Justin Mugenzi (born 1939) is a Rwandan former politician who served as chairman of the Liberal Party and Minister of Commerce during the 1994 Rwandan genocide. He was born in Rukara Commune, Kibungo Province. In 2011 he was convicted, along with Prosper Mugiraneza, of conspiracy to commit genocide and incitement to genocide by the International Criminal Tribunal for Rwanda (ICTR). The convictions were reversed on appeal.

== Early life and career ==
Mugenzi was born in 1939 in the Rukara commune of the former Kibungo Province in Rwanda. He was chairman of the Liberal Party and commerce minister of the interim government during the Rwandan genocide.

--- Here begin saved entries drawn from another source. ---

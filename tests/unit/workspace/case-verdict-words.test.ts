import { describe, expect, it } from "vitest";
import type { CaseAnswer } from "@/lib/lensing/science-case-questions";
import { answerLine, answersLine, caseVerdictLine } from "@/lib/workspace/case-verdict-words";

const answer = (id: CaseAnswer["id"], question: string, verdict: CaseAnswer["verdict"], figure = "—"): CaseAnswer => ({ id, question, verdict, figure, sentence: `${question}.`, source: "our rule" });

describe("a case's verdict in one line names its questions (issue 16: no unlabeled badges matched to headers)", () => {
  it("names the questions that are not feasible, worst first, each under its verdict", () => {
    const answers = [
      answer("peak-magnification", "Peak magnification", "feasible", "A = 10.04"),
      answer("event-visits", "Visits over the event (t0 ± t_E)", "marginal", "6 visits"),
      answer("peak-window", "Peak in usable time", "infeasible"),
      answer("event-duration", "Event duration against the campaign", "unknown"),
      answer("peak-visits", "Visits over the peak (|t − t0| < t_eff)", "infeasible", "0 visits"),
    ];
    expect(caseVerdictLine("infeasible", answers)).toBe(
      "Not feasible: Peak in usable time, Visits over the peak (|t − t0| < t_eff); Marginal: Visits over the event (t0 ± t_E); Unknown: Event duration against the campaign",
    );
  });

  it("is the verdict alone when every answer is feasible, or when there are no answers", () => {
    expect(caseVerdictLine("feasible", [answer("shadow", "Shadow against λ/B", "feasible", "1.7 λ/B")])).toBe("Feasible");
    expect(caseVerdictLine("unknown", [])).toBe("Unknown");
  });

  it("writes each answer with its verdict and figure, leaving out a figure that is not there", () => {
    expect(answerLine(answer("shadow", "Shadow against λ/B", "marginal", "0.7 λ/B"))).toBe("Shadow against λ/B: Marginal (0.7 λ/B)");
    expect(answersLine([answer("peak-window", "Peak in usable time", "infeasible"), answer("shadow", "Shadow against λ/B", "feasible", "2 λ/B")])).toBe(
      "Peak in usable time: Not feasible; Shadow against λ/B: Feasible (2 λ/B)",
    );
  });
});
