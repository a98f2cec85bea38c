import { renderToStaticMarkup } from "react-dom/server";
import { createElement } from "react";
import { describe, expect, it } from "vitest";
import { Markdown } from "@/components/notes/markdown";

const render = (source: string) => renderToStaticMarkup(createElement(Markdown, { source }));

describe("note Markdown", () => {
  it("renders emphasis, lists and tables (GitHub flavour)", () => {
    const html = render("**peak** in *9 d*\n\n- seeing 0.8″\n\n| a | b |\n|---|---|\n| 1 | 2 |");
    expect(html).toContain("<strong>peak</strong>");
    expect(html).toContain("<li>seeing 0.8″</li>");
    expect(html).toContain("<table>");
  });

  it("never lets a script run: raw HTML, javascript: links and event handlers are dropped", () => {
    const html = render('<script>alert(1)</script>\n\n<img src=x onerror="alert(2)">\n\n[click](javascript:alert(3))\n\n<a href="#" onclick="alert(4)">x</a>');
    expect(html).not.toMatch(/<script/i);
    expect(html).not.toMatch(/onerror|onclick/i);
    expect(html).not.toMatch(/href="javascript:/i);
    expect(html).not.toMatch(/<img/i);
  });

  it("shows an image from another site as a link to it (the CSP would block it), and the app's own image as an image", () => {
    const html = render("![finder chart](https://archive.example.org/k17.png)\n\n![](//cdn.example.org/a.png)\n\n![local chart](/charts/k17.png)");
    expect(html).toContain('<a href="https://archive.example.org/k17.png" target="_blank" rel="noopener noreferrer nofollow">Image: finder chart</a>');
    expect(html).toContain('<a href="//cdn.example.org/a.png" target="_blank" rel="noopener noreferrer nofollow">Image: //cdn.example.org/a.png</a>');
    expect(html).toContain('<img src="/charts/k17.png" alt="local chart"/>');
    expect(html.match(/<img/g)).toHaveLength(1);
    // A source the sanitizer refuses keeps only the words.
    const refused = render("![a chart](javascript:alert(1))");
    expect(refused).toContain("<p><span>a chart</span></p>");
    expect(refused).not.toMatch(/<img|javascript:/);
  });
});
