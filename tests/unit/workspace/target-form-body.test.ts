import { describe, expect, it } from "vitest";
import { targetBodyOf } from "@/components/targets/target-edit-fields";
import { targetFieldTexts } from "@/components/targets/target-edit-form";
import type { TargetView } from "@/lib/workspace/target-view";
import { createTargetSchema } from "@/lib/workspace/target-schema";
import { exportRows } from "../exports/fixtures";

const typed = { name: "OB-31-0042", ra: "17 57 12.4", dec: "-29 12 05", lensMassSolar: "0.3 Msun", lensDistancePc: "4 kpc", sourceDistancePc: "8 kpc", sourceOffsetThetaE: "0.1", priority: "2", tags: "" };

describe("the target form's request body: the science case and the event's inputs", () => {
  it("sends null for every blank optional field, the inferred case included (an empty choice)", () => {
    const body = targetBodyOf({ ...typed, scienceCase: "", eventPeakJdUtc: " ", sourceRadiusSolar: "", sourceRadiusThetaE: "", limbDarkeningU: "" }, "point", "distance");
    expect(body).toMatchObject({ scienceCase: null, eventPeakJdUtc: null, sourceRadiusSolar: null, sourceRadiusThetaE: null, limbDarkeningU: null });
    expect(createTargetSchema.parse(body)).toMatchObject({ scienceCase: null, eventPeakJdUtc: null, limbDarkeningU: null });
  });

  it("sends the typed text, which the server reads: a chosen case, t0 as a UTC date, the radius with its unit", () => {
    const body = targetBodyOf({ ...typed, scienceCase: "astrometric-microlensing", eventPeakJdUtc: "2027-06-15 04:30", sourceRadiusSolar: "1.2 Rsun", limbDarkeningU: "0.6" }, "point", "distance");
    const parsed = createTargetSchema.parse(body);
    expect(parsed.scienceCase).toBe("astrometric-microlensing");
    // 2027-06-15 04:30 UTC: JD 2461571.5 at 0 h (the example of lib/workspace/event-peak.ts, checked there against astropy.time) plus 4.5 h = 0.1875 d.
    expect(parsed.eventPeakJdUtc).toBeCloseTo(2461571.6875, 9);
    expect(parsed.sourceRadiusSolar).toBe(1.2);
    expect(parsed.limbDarkeningU).toBe(0.6);
  });

  it("an untouched edit form sends back the stored values exactly (t0 as its Julian date to the last digit)", () => {
    const stored: TargetView = exportRows[0];
    const parsed = createTargetSchema.parse(targetBodyOf(targetFieldTexts(stored), stored.lensModel, "distance"));
    expect(parsed).toMatchObject({
      scienceCase: stored.scienceCase,
      eventPeakJdUtc: stored.eventPeakJdUtc,
      sourceRadiusSolar: stored.sourceRadiusSolar,
      sourceRadiusThetaE: stored.sourceRadiusThetaE,
      limbDarkeningU: stored.limbDarkeningU,
    });
  });
});
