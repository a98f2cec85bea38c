import { describe, expect, it } from "vitest";
import { targetBodyOf, SEMI_MAJOR_AXIS_INPUT } from "@/components/targets/target-edit-fields";
import { targetFieldTexts } from "@/components/targets/target-edit-form";
import { createTargetSchema, lensHypothesisErrors, orbitErrors, semiMajorAxisKeyOf, updateTargetSchema } from "@/lib/workspace/target-schema";
import { instrumentSchema } from "@/lib/workspace/proposal-schema";
import type { TargetView } from "@/lib/workspace/target-view";
import { exportRows } from "../exports/fixtures";

/**
 * The orbiting star's fields of a target (the relativistic-orbit case): one semi-major axis input
 * stored in au or as an angle, the other elements with their units and ranges, and the refusals in
 * words. Conversions checked against astropy 5.2.1 (Debian's python3-astropy): 16 yr = 5844 d (Julian
 * year), 0.125 arcsec = 125 mas, Time("2018-05-19 00:00", scale="utc").jd = 2458257.5, 0.1 pc = 20626.48 au.
 */

const typed = { name: "Invented orbit", ra: "17 45 40", dec: "-29 00 28", lensMassSolar: "4e6 Msun", lensDistancePc: "8 kpc", sourceDistancePc: "9 kpc", sourceOffsetThetaE: "1", priority: "1", tags: "" };
const point = { lensModel: "point" as const, lensMassSolar: 4e6, lensDistancePc: 8000, sourceDistancePc: 9000, sourceOffsetThetaE: 1 };
const base = { name: "T", ra: "10 00 00", dec: "-10 00 00", lensModel: "point", lensMassSolar: 4e6, lensDistancePc: 8000, sourceDistancePc: 9000, sourceOffsetThetaE: 1, priority: 1 };

describe("the semi-major axis typed once", () => {
  it("goes to the angle for an angle and to au for anything else", () => {
    expect(["125 mas", "0.125 arcsec", "0.125″", "45 µas", "2 deg"].map(semiMajorAxisKeyOf)).toEqual(Array(5).fill("orbitSemiMajorAxisMas"));
    expect(["1000", "1000 au", "0.1 pc", "xyz", ""].map(semiMajorAxisKeyOf)).toEqual(Array(5).fill("orbitSemiMajorAxisAu"));
  });

  it("the form sends it in the matching field and the other as null; the server stores the matching column", () => {
    const inAu = createTargetSchema.parse(targetBodyOf({ ...typed, [SEMI_MAJOR_AXIS_INPUT]: "0.1 pc" }, "point", "distance"));
    expect(inAu.orbitSemiMajorAxisAu).toBeCloseTo(20626.48062470964, 9);
    expect(inAu.orbitSemiMajorAxisMas).toBeNull();
    const asAngle = createTargetSchema.parse(targetBodyOf({ ...typed, [SEMI_MAJOR_AXIS_INPUT]: "0.125 arcsec" }, "point", "distance"));
    expect([asAngle.orbitSemiMajorAxisAu, asAngle.orbitSemiMajorAxisMas]).toEqual([null, 125]);
    const blank = createTargetSchema.parse(targetBodyOf({ ...typed, [SEMI_MAJOR_AXIS_INPUT]: " " }, "point", "distance"));
    expect([blank.orbitSemiMajorAxisAu, blank.orbitSemiMajorAxisMas]).toEqual([null, null]);
  });

  it("an untouched edit form sends the stored axis back into the same column with the same value", () => {
    for (const axis of [{ orbitSemiMajorAxisAu: 1031.32, orbitSemiMajorAxisMas: null }, { orbitSemiMajorAxisAu: null, orbitSemiMajorAxisMas: 125.058 }]) {
      const stored: TargetView = { ...exportRows[0], lensModel: "point", ...axis, orbitEccentricity: 0.884, orbitPeriapsisJdUtc: 2458257.5, orbitNodeDeg: 228.2 };
      const parsed = createTargetSchema.parse(targetBodyOf(targetFieldTexts(stored), "point", "distance"));
      expect(parsed).toMatchObject({ ...axis, orbitEccentricity: 0.884, orbitPeriapsisJdUtc: 2458257.5, orbitNodeDeg: 228.2 });
    }
  });
});

describe("the orbit's elements", () => {
  it("read with their units: the period in years, T_p as a UTC date or JD, the angles in degrees or radians", () => {
    const parsed = createTargetSchema.parse({ ...base, orbitSemiMajorAxisAu: "1000 au", orbitEccentricity: "0.88", orbitPeriodDays: "16 yr", orbitPeriapsisJdUtc: "2018-05-19", orbitInclinationDeg: "134 deg", orbitNodeDeg: "228", orbitPeriapsisArgumentDeg: `${Math.PI / 2} rad` });
    expect(parsed).toMatchObject({ orbitSemiMajorAxisAu: 1000, orbitEccentricity: 0.88, orbitPeriodDays: 5844, orbitPeriapsisJdUtc: 2458257.5, orbitInclinationDeg: 134, orbitNodeDeg: 228 });
    expect(parsed.orbitPeriapsisArgumentDeg).toBeCloseTo(90, 12);
    expect(updateTargetSchema.parse({ orbitPeriapsisJdUtc: "JD 2458257.5" }).orbitPeriapsisJdUtc).toBe(2458257.5);
  });

  it("are refused outside their ranges in words naming the field", () => {
    const refusal = (field: string, value: unknown) => {
      const result = createTargetSchema.safeParse({ ...base, [field]: value });
      expect(result.success, `${field} ${String(value)}`).toBe(false);
      return result.error!.issues.find((issue) => issue.path[0] === field)!.message;
    };
    expect(refusal("orbitEccentricity", 1)).toBe("The eccentricity is from 0 (a circle) to 0.9999: a bound orbit has e below 1.");
    expect(refusal("orbitEccentricity", -0.1)).toMatch(/^The eccentricity is from 0/);
    expect(refusal("orbitInclinationDeg", "200 deg")).toMatch(/^The inclination is from 0° to 180°/);
    expect(refusal("orbitNodeDeg", 361)).toMatch(/^The longitude of the ascending node Ω is from 0° to 360°/);
    expect(refusal("orbitPeriapsisArgumentDeg", "5 kpc")).toMatch(/^Argument of periapsis ω: '5 kpc' is a distance, not an angle/);
    expect(refusal("orbitSemiMajorAxisAu", "1e6 au")).toMatch(/^The semi-major axis is from 1 × 10⁻⁴ to 100\u202f000 au/);
    expect(refusal("orbitSemiMajorAxisMas", "2 deg")).toMatch(/^The semi-major axis as an angle is from 0.001 to 1\u202f000\u202f000 mas/);
    expect(refusal("orbitPeriodDays", "1e5 yr")).toMatch(/^The orbital period is from 0.001 to 10\u202f000\u202f000 days/);
    expect(refusal("orbitPeriapsisJdUtc", "1850-01-01")).toBe(
      "The time of periapsis must fall between 1900 and 2099 (JD 2415020.5 to 2488069.5); type a UTC date such as 2027-06-15 04:30, or a Julian date such as JD 2461571.69.",
    );
    expect(refusal("orbitPeriapsisJdUtc", "next May")).toMatch(/^The time of periapsis "next May" is not a date/);
  });
});

describe("the checks across fields", () => {
  it("refuse an orbit on a lens that is no point mass, in words naming what to do", () => {
    const sis = { lensModel: "sis" as const, velocityDispersionKmPerS: 250, lensRedshift: 0.4, sourceRedshift: 1.8, sourceOffsetThetaE: 0.3 };
    expect(lensHypothesisErrors({ ...sis, orbitEccentricity: 0.5, orbitNodeDeg: 10 })).toEqual({
      orbitEccentricity: [
        "An orbiting star's elements describe an orbit around a compact mass: this target has a singular isothermal sphere lens. Change its lens model to a point mass, or clear the orbit's fields.",
      ],
    });
    expect(lensHypothesisErrors({ ...point, orbitEccentricity: 0.5, orbitNodeDeg: 10 })).toEqual({});
  });

  it("refuse a semi-major axis given both in au and as an angle", () => {
    expect(orbitErrors({ ...point, orbitSemiMajorAxisAu: 1000, orbitSemiMajorAxisMas: 125 })).toEqual({
      orbitSemiMajorAxisMas: ["Give the semi-major axis in au or as an angle at the lens distance, not both."],
    });
  });
});

describe("the proposal's spectroscopic precision per epoch", () => {
  it("reads km/s or m/s, defaults to unset, and refuses outside 1 m/s to 1000 km/s in words", () => {
    const defaults = { resolutionMas: 50, cadenceHours: 24, campaignLengthDays: 90 };
    expect(instrumentSchema.parse(defaults).spectroscopicPrecisionKmPerS).toBeNull();
    expect(instrumentSchema.parse({ ...defaults, spectroscopicPrecisionKmPerS: "500 m/s" }).spectroscopicPrecisionKmPerS).toBe(0.5);
    const refused = instrumentSchema.safeParse({ ...defaults, spectroscopicPrecisionKmPerS: "2000 km/s" });
    expect(refused.error?.issues[0].message).toBe("The spectroscopic precision per epoch is from 0.001 km/s (1 m/s) to 1000 km/s.");
  });
});
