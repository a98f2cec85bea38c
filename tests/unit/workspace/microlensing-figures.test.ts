import { describe, expect, it } from "vitest";
import { einsteinRadius, MILLIARCSECOND_RAD } from "@/lib/physics";
import { microlensingFigures } from "@/lib/workspace/microlensing-figures";

const bulge = { lensModel: "point" as const, lensMassSolar: 0.3, lensDistancePc: 4000, sourceDistancePc: 8000, sourceOffsetThetaE: 0.1, properMotionMasPerYr: 5 };

describe("a bulge event's microlensing figures", () => {
  const figures = microlensingFigures(bulge)!;
  const thetaE = einsteinRadius(0.3, 4000, 8000, 4000);

  it("gives A(u0) of a point source, (u² + 2)/(u √(u² + 4)) (Paczyński 1986, ApJ 304, 1)", () => {
    expect(figures.pointSourcePeak).toBeCloseTo(2.01 / (0.1 * Math.sqrt(4.01)), 12);
    expect(figures.finiteSourcePeak).toBeNull();
  });

  it("gives π_E = π_rel/θ_E with π_rel = 1 au (1/D_L − 1/D_S) (Gould 2000, ApJ 542, 785)", () => {
    // 1 au/4 kpc − 1 au/8 kpc = 0.125 mas; θ_E from the physics layer.
    expect(figures.microlensParallax).toBeCloseTo((0.125 * MILLIARCSECOND_RAD) / thetaE, 9);
  });

  it("gives the largest centroid shift θ_E/√8 (Walker 1995, ApJ 453, 37; from memory)", () => {
    expect(figures.maxAstrometricShiftRad).toBeCloseTo(thetaE / Math.sqrt(8), 20);
  });

  it("limits the peak by the source's disk: a 1 R☉ star at 8 kpc (ρ ≈ 0.0011) barely changes A at u0 = 0.1, and dominates at u0 = 0.0005", () => {
    const sized = microlensingFigures({ ...bulge, sourceRadiusSolar: 1 })!;
    expect(sized.finiteSourcePeak!.rho).toBeGreaterThan(0.001);
    expect(sized.finiteSourcePeak!.magnification / figures.pointSourcePeak!).toBeCloseTo(1, 3);
    const close = microlensingFigures({ ...bulge, sourceOffsetThetaE: 0.0005, sourceRadiusThetaE: 0.01 })!;
    // A uniform disk centred near the lens peaks at √(1 + 4/ρ²) ≈ 2/ρ = 200 (Witt & Mao 1994, ApJ 430, 505).
    expect(close.finiteSourcePeak!.magnification).toBeCloseTo(Math.sqrt(1 + 4 / 0.0001), 0);
    expect(close.finiteSourcePeak!.method).toMatch(/Lee et al\. 2009/);
  });

  it("has none for an extended lens", () => {
    expect(microlensingFigures({ lensModel: "sis", velocityDispersionKmPerS: 250, lensRedshift: 0.5, sourceRedshift: 2, sourceOffsetThetaE: 0.3 })).toBeNull();
  });
});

== Arrest and ICTR trial ==
Mugenzi was arrested in Cameroon on 6 April 1999 and convicted in 2011 for his role in Jean-Baptiste Habyalimana's removal as prefect of Butare province. The violence in Butare intensified under the leadership of Habyalima's successor Sylvain Nsabimana. At Nsabimana's installation ceremony, the President of the interim government Théodore Sindikubwabo reportedly gave a speech calling for the murder of Tutsis. In 2011 he was convicted, along with Prosper Mugiraneza, of "conspiracy to commit genocide" and "public incitement to commit genocide" by the International Criminal Tribunal for Rwanda (ICTR).

== Acquittal on appeal ==
Mugenzi's case was among several successful appeals in the ICTR and International Criminal Tribunal for the former Yugoslavia after the "specific direction" standard was introduced under Meron's leadership. The Trial Chamber had determined that Mugenzi had acted with genocidal intent when he decided to "undercut the real and symbolic resistance [Habyalimana] posed to the killing of Tutsi civilians inhabiting or seeking refuge in Butare". The Appeals Chamber ruled that the Trial Chamber's mens rea analysis was an error and reversed the conviction for "conspiracy to commit genocide". The Trial Chamber also held that Mugenzi was guilty of "direct and public incitement to commit genocide" for his participation at Nsabimana's installation ceremony. Under the Trial Chamber's mens rea analysis Mugenzi shared a "common criminal purpose" and thus possessed the same genocidal intent as interim President Sindikubwabo. The Appeals Chamber found that a reasonable trier of fact could not rule out the possibility that Mugenzi could have attended the ceremony out of social obligation and reversed the conviction for "direct and public incitement to commit genocide".

After his acquittal Mugenzi continued living in a safe house in Arusha, Tanzania. He submitted several unsuccessful visa applications seeking to join his family in Belgium.